Your instructions:
Using the records below, output the stretch that opens with the line containing "long[] smallest = new long[n];" and closes with the line containing "long x = min[0] + p[0];", exactly and including both lines, with nothing more.

Stored items
********

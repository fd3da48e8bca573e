package org.sunder.stitching.solve;

import static org.junit.jupiter.api.Assertions.assertEquals;
import static org.junit.jupiter.api.Assertions.assertTrue;

import java.util.ArrayList;
import java.util.Arrays;
import java.util.List;
import java.util.Random;
import org.junit.jupiter.api.Test;
import org.sunder.blockwise.graph.AffinityBlock;
import org.sunder.blockwise.graph.EdgeStatistics;
import org.sunder.blockwise.graph.GridGraph;
import org.sunder.blockwise.graph.Offsets;
import org.sunder.blockwise.graph.RegionGraph;
import org.sunder.blockwise.graph.Subsampling;
import org.sunder.blockwise.graph.WeightRule;
import org.sunder.blockwise.grid.Block;
import org.sunder.blockwise.grid.BlockGrid;
import org.sunder.blockwise.grid.Face;
import org.sunder.blockwise.grid.IdLayout;
import org.sunder.blockwise.grid.Shapes;
import org.sunder.blockwise.partition.Segmentation;
import org.sunder.blockwise.partition.SettledPartition;
import org.sunder.stitching.SceneStore;
import org.sunder.stitching.TissueScene;
import org.sunder.stitching.task.BlockSummary;
import org.sunder.stitching.task.BoxIndex;
import org.sunder.stitching.task.CoreSegments;
import org.sunder.stitching.task.SeamEdges;
import org.sunder.stitching.task.SeamExtraction;

/**
 * The central bookkeeping property: inner edges of all blocks plus seam edges of all faces are
 * exactly the whole volume's region graph of the provisional labels, restricted to pairs of
 * boundary segments, and every pair across cores is between boundary segments. So no voxel edge
 * is counted twice or lost, diagonal long-range offsets and subsampling included.
 */
public class ReducedGraphTest {

  @Test
  void innerAndSeamEdgesAreTheWholeRegionGraphOfBoundarySegments() {
    Random random = new Random(13);
    for (int trial = 0; trial < 12; trial++) {
      int[] shape = {14 + random.nextInt(10), 11 + random.nextInt(8), 7 + random.nextInt(6)};
      int[][] vectors = trial % 2 == 0 ? SceneStore.offsets()
          : new int[][] {{1, 0, 0}, {0, 1, 0}, {0, 0, 1}, {4, -1, 0}, {-2, 3, 2}};
      Offsets offsets = Offsets.of(vectors);
      Subsampling subsampling = trial % 3 == 0 ? Subsampling.none()
          : trial % 3 == 1 ? Subsampling.hash(0.4, trial) : Subsampling.stride(2, 1, 2);
      WeightRule rule = WeightRule.byValue(WeightRule.Transform.LOGIT, null);
      int[] chunk = {2 + random.nextInt(3), 2 + random.nextInt(3), 1 + random.nextInt(3)};
      int[] blockShape = {chunk[0] * (2 + random.nextInt(2)), chunk[1] * (1 + random.nextInt(3)),
          chunk[2] * (1 + random.nextInt(3))};
      int[] halo = {random.nextInt(4), random.nextInt(4), random.nextInt(3)};
      BlockGrid grid = BlockGrid.of(new long[] {shape[0], shape[1], shape[2]}, chunk,
          blockShape, halo);
      check(grid, shape, offsets, rule, subsampling, random);
    }
    assertTrue(continuedPairs > 100, "continued voxel pairs seen: " + continuedPairs);
  }

  /**
   * The continued pairs of a face straight from the definition: voxel pairs across it that
   * both blocks' partitions of their extended boxes put in one piece, counted per pair of
   * provisional ids.
   */
  private static EdgeStatistics continuedByDefinition(BlockGrid grid, Face face,
      int[][] pieceLabels, long[] provisional, int[] shape) {
    Block lower = grid.block(face.lowerBlock());
    Block upper = grid.block(face.upperBlock());
    long[] min = face.lateralMin();
    long[] max = face.lateralMax();
    EdgeStatistics.Accumulator acc = new EdgeStatistics.Accumulator(16);
    for (long z = min[2]; z <= max[2]; z++) {
      for (long y = min[1]; y <= max[1]; y++) {
        for (long x = min[0]; x <= max[0]; x++) {
          long[] q = {x, y, z};
          long[] p = q.clone();
          p[face.axis()]--;
          int lp = extendedIndex(lower, p);
          int lq = extendedIndex(lower, q);
          int up = extendedIndex(upper, p);
          int uq = extendedIndex(upper, q);
          if (lq < 0 || up < 0) {
            continue;
          }
          int[] a = pieceLabels[lower.index()];
          int[] b = pieceLabels[upper.index()];
          if (a[lp] != 0 && a[lp] == a[lq] && b[up] != 0 && b[up] == b[uq]) {
            acc.add(provisional[(int) (p[0] + shape[0] * (p[1] + (long) shape[1] * p[2]))],
                provisional[(int) (q[0] + shape[0] * (q[1] + (long) shape[1] * q[2]))], 1);
          }
        }
      }
    }
    return acc.build();
  }

  private static int extendedIndex(Block block, long[] global) {
    long[] min = block.extendedMin();
    long[] max = block.extendedMax();
    int[] extent = block.extendedShape();
    for (int d = 0; d < 3; d++) {
      if (global[d] < min[d] || global[d] > max[d]) {
        return -1;
      }
    }
    return (int) ((global[0] - min[0])
        + extent[0] * ((global[1] - min[1]) + (long) extent[1] * (global[2] - min[2])));
  }

  /** Continued voxel pairs seen over all trials, so that the comparison is not vacuous. */
  private long continuedPairs;

  private void check(BlockGrid grid, int[] shape, Offsets offsets, WeightRule rule,
      Subsampling subsampling, Random random) {
    int n = shape[0] * shape[1] * shape[2];
    float[] affinities = new float[n * offsets.count()];
    for (int i = 0; i < affinities.length; i++) {
      affinities[i] = random.nextFloat();
    }
    IdLayout layout = IdLayout.forGrid(grid);
    long[] provisional = new long[n];
    long[] continuations = new long[n];
    int[][] pieceLabels = new int[grid.blockCount()][];
    List<BlockSummary> summaries = new ArrayList<>();
    for (Block block : grid.blocks()) {
      AffinityBlock ext = crop(affinities, shape, offsets, block.extendedMin(),
          block.extendedMax());
      Segmentation segmentation = blobs(ext, block.index());
      // some pieces unsettled: they enter the solve wherever they lie
      boolean[] unsettled = new boolean[segmentation.segmentCount() + 1];
      for (int label = 1; label < unsettled.length; label++) {
        unsettled[label] = random.nextInt(4) == 0;
      }
      CoreSegments.Result result = CoreSegments.of(grid, layout, block, offsets,
          new SettledPartition(segmentation, unsettled), GridGraph.of(ext, rule, subsampling),
          1, true);
      paste(result.provisionalLabels(), block.coreMin(), block.coreShape(), provisional, shape);
      long[] flags = new long[result.continuations().length];
      for (int i = 0; i < flags.length; i++) {
        flags[i] = result.continuations()[i];
      }
      paste(flags, block.coreMin(), block.coreShape(), continuations, shape);
      pieceLabels[block.index()] = segmentation.labels();
      summaries.add(result.summary());
    }
    List<EdgeStatistics> parts = new ArrayList<>();
    for (BlockSummary s : summaries) {
      parts.add(s.innerEdges());
    }
    for (Face face : grid.faces()) {
      SeamExtraction.Box slab = SeamExtraction.slab(grid, face, offsets);
      AffinityBlock slabAffinities = crop(affinities, shape, offsets, slab.min(), slab.max());
      long[] slabLabels = cut(provisional, shape, slab.min(), slab.max());
      long[] slabFlags = cut(continuations, shape, slab.min(), slab.max());
      byte[] flags = new byte[slabFlags.length];
      for (int i = 0; i < flags.length; i++) {
        flags[i] = (byte) slabFlags[i];
      }
      SeamEdges seam = SeamExtraction.extract(grid, face, slabLabels, flags, null,
          GridGraph.of(slabAffinities, rule, subsampling));
      parts.add(seam.edges());
      EdgeStatistics continued = continuedByDefinition(grid, face, pieceLabels, provisional,
          shape);
      assertEquals(continued, seam.continued(), face.toString());
      continuedPairs += continued.edgeCount();
    }
    EdgeStatistics assembled = EdgeStatistics.mergeAll(parts);

    AffinityBlock whole = AffinityBlock.ofFloats(affinities, shape, new long[3], offsets, null);
    EdgeStatistics all = RegionGraph.of(provisional, GridGraph.of(whole, rule, subsampling))
        .statistics();
    long[] boundary = boundaryIds(layout, summaries);
    EdgeStatistics.Accumulator expected = new EdgeStatistics.Accumulator(16);
    for (int e = 0; e < all.size(); e++) {
      boolean u = Arrays.binarySearch(boundary, all.u(e)) >= 0;
      boolean v = Arrays.binarySearch(boundary, all.v(e)) >= 0;
      boolean crossing = layout.blockOf(all.u(e)) != layout.blockOf(all.v(e));
      if (crossing) {
        assertTrue(u && v, "a pair across cores involves a segment not marked as boundary");
      }
      if (u && v) {
        expected.add(all.u(e), all.v(e), all.sum(e), all.count(e), all.min(e), all.max(e));
      }
    }
    EdgeStatistics want = expected.build();
    assertEquals(want.size(), assembled.size(), grid.toString());
    for (int e = 0; e < want.size(); e++) {
      assertEquals(want.u(e), assembled.u(e));
      assertEquals(want.v(e), assembled.v(e));
      assertEquals(want.count(e), assembled.count(e));
      // summed alike in blocks, seams and the whole volume: equal up to the last bits
      assertEquals(want.sum(e), assembled.sum(e), 1e-12 * want.count(e));
      assertEquals(want.min(e), assembled.min(e));
      assertEquals(want.max(e), assembled.max(e));
    }
    ReducedGraph graph = ReducedGraph.assemble(layout, summaries, List.of());
    assertEquals(boundary.length, graph.nodeCount());
    // each node's first voxel: the smallest volume index holding its provisional id
    java.util.Map<Long, Long> first = new java.util.HashMap<>();
    for (int i = n - 1; i >= 0; i--) {
      first.put(provisional[i], (long) i);
    }
    long[] firstVoxels = ReducedGraph.firstVoxels(summaries);
    for (int node = 0; node < graph.nodeCount(); node++) {
      assertEquals(first.get(graph.nodeIds()[node]), firstVoxels[node], grid.toString());
    }
  }

  @Test
  void joinedGraphNumbersGroupsByTheirSmallestRankAndKeepsEveryPairBetweenThem() {
    Random random = new Random(41);
    for (int trial = 0; trial < 50; trial++) {
      int n = 2 + random.nextInt(30);
      long[] ids = new long[n];
      for (int i = 0; i < n; i++) {
        ids[i] = 100 + 3L * i;
      }
      EdgeStatistics.Accumulator acc = new EdgeStatistics.Accumulator(16);
      for (int e = 0; e < 3 * n; e++) {
        int a = random.nextInt(n);
        int b = random.nextInt(n);
        if (a != b) {
          acc.add(a, b, random.nextGaussian(), 1 + random.nextInt(4), -1, 1);
        }
      }
      ReducedGraph graph = new ReducedGraph(ids, acc.build(), new int[] {0}, new int[] {1});
      int[] group = new int[n];
      for (int i = 0; i < n; i++) {
        int other = random.nextInt(i + 1);
        group[i] = random.nextInt(3) == 0 ? group[other] : i;
      }
      long[] rank = random.longs(n, 0, 1_000_000).distinct().toArray();
      if (rank.length < n) {
        continue;
      }
      ReducedGraph.Joined joined = graph.joined(group, rank);
      long[] smallest = new long[n];
      Arrays.fill(smallest, Long.MAX_VALUE);
      for (int i = 0; i < n; i++) {
        smallest[group[i]] = Math.min(smallest[group[i]], rank[i]);
      }
      long[] nodes = joined.graph().nodeIds();
      for (int i = 0; i < n; i++) {
        assertEquals(smallest[group[i]], nodes[joined.nodeOf()[i]]);
      }
      for (int k = 1; k < nodes.length; k++) {
        assertTrue(nodes[k - 1] < nodes[k], "ascending ranks");
      }
      EdgeStatistics.Accumulator want = new EdgeStatistics.Accumulator(16);
      EdgeStatistics edges = graph.edges();
      for (int e = 0; e < edges.size(); e++) {
        int a = joined.nodeOf()[(int) edges.u(e)];
        int b = joined.nodeOf()[(int) edges.v(e)];
        if (a != b) {
          want.add(a, b, edges.sum(e), edges.count(e), edges.min(e), edges.max(e));
        }
      }
      EdgeStatistics expected = want.build();
      EdgeStatistics actual = joined.graph().edges();
      assertEquals(expected.size(), actual.size());
      for (int e = 0; e < expected.size(); e++) {
        assertEquals(expected.u(e), actual.u(e));
        assertEquals(expected.v(e), actual.v(e));
        assertEquals(expected.count(e), actual.count(e));
        assertEquals(expected.sum(e), actual.sum(e), 1e-9);
      }
      assertEquals(0, joined.graph().separatedU().length);
    }
  }

  private static long[] boundaryIds(IdLayout layout, List<BlockSummary> summaries) {
    List<Long> ids = new ArrayList<>();
    for (BlockSummary s : summaries) {
      for (int local : s.boundaryLocalIds()) {
        ids.add(layout.provisional(s.block(), local));
      }
    }
    return ids.stream().mapToLong(Long::longValue).sorted().toArray();
  }

  /** Irregular segments: slabs of varying thickness, shifted per block so blocks disagree. */
  private static Segmentation blobs(AffinityBlock block, int blockIndex) {
    int[] shape = block.shape();
    long[] min = block.globalMin();
    int[] labels = new int[block.voxelCount()];
    int[] p = new int[3];
    int max = 0;
    for (int i = 0; i < labels.length; i++) {
      TissueScene.position(i, shape, p);
      long x = min[0] + p[0];
      long y = min[1] + p[1];
      long z = min[2] + p[2];
      labels[i] = 1 + (int) ((x / 3 + 5 * (y / 4) + 7 * ((z + blockIndex) / 3)) % 9);
      max = Math.max(max, labels[i]);
    }
    return new Segmentation(labels, max);
  }

  public static AffinityBlock crop(float[] affinities, int[] shape, Offsets offsets, long[] min,
      long[] max) {
    int[] sub = BoxIndex.shape(min, max);
    int[] index = Shapes.subBoxIndices(shape, BoxIndex.origin(new long[3], min), sub);
    int n = shape[0] * shape[1] * shape[2];
    float[] out = new float[index.length * offsets.count()];
    for (int k = 0; k < offsets.count(); k++) {
      for (int i = 0; i < index.length; i++) {
        out[i + k * index.length] = affinities[index[i] + k * n];
      }
    }
    return AffinityBlock.ofFloats(out, sub, min, offsets, null);
  }

  public static long[] cut(long[] labels, int[] shape, long[] min, long[] max) {
    int[] index = Shapes.subBoxIndices(shape, BoxIndex.origin(new long[3], min),
        BoxIndex.shape(min, max));
    long[] out = new long[index.length];
    for (int i = 0; i < index.length; i++) {
      out[i] = labels[index[i]];
    }
    return out;
  }

  private static void paste(long[] core, long[] coreMin, int[] coreShape, long[] volume,
      int[] shape) {
    int[] index = Shapes.subBoxIndices(shape, BoxIndex.origin(new long[3], coreMin), coreShape);
    for (int i = 0; i < index.length; i++) {
      volume[index[i]] = core[i];
    }
  }
}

********

Expected output:
      long[] smallest = new long[n];
      Arrays.fill(smallest, Long.MAX_VALUE);
      for (int i = 0; i < n; i++) {
        smallest[group[i]] = Math.min(smallest[group[i]], rank[i]);
      }
      long[] nodes = joined.graph().nodeIds();
      for (int i = 0; i < n; i++) {
        assertEquals(smallest[group[i]], nodes[joined.nodeOf()[i]]);
      }
      for (int k = 1; k < nodes.length; k++) {
        assertTrue(nodes[k - 1] < nodes[k], "ascending ranks");
      }
      EdgeStatistics.Accumulator want = new EdgeStatistics.Accumulator(16);
      EdgeStatistics edges = graph.edges();
      for (int e = 0; e < edges.size(); e++) {
        int a = joined.nodeOf()[(int) edges.u(e)];
        int b = joined.nodeOf()[(int) edges.v(e)];
        if (a != b) {
          want.add(a, b, edges.sum(e), edges.count(e), edges.min(e), edges.max(e));
        }
      }
      EdgeStatistics expected = want.build();
      EdgeStatistics actual = joined.graph().edges();
      assertEquals(expected.size(), actual.size());
      for (int e = 0; e < expected.size(); e++) {
        assertEquals(expected.u(e), actual.u(e));
        assertEquals(expected.v(e), actual.v(e));
        assertEquals(expected.count(e), actual.count(e));
        assertEquals(expected.sum(e), actual.sum(e), 1e-9);
      }
      assertEquals(0, joined.graph().separatedU().length);
    }
  }

  private static long[] boundaryIds(IdLayout layout, List<BlockSummary> summaries) {
    List<Long> ids = new ArrayList<>();
    for (BlockSummary s : summaries) {
      for (int local : s.boundaryLocalIds()) {
        ids.add(layout.provisional(s.block(), local));
      }
    }
    return ids.stream().mapToLong(Long::longValue).sorted().toArray();
  }

  /** Irregular segments: slabs of varying thickness, shifted per block so blocks disagree. */
  private static Segmentation blobs(AffinityBlock block, int blockIndex) {
    int[] shape = block.shape();
    long[] min = block.globalMin();
    int[] labels = new int[block.voxelCount()];
    int[] p = new int[3];
    int max = 0;
    for (int i = 0; i < labels.length; i++) {
      TissueScene.position(i, shape, p);
      long x = min[0] + p[0];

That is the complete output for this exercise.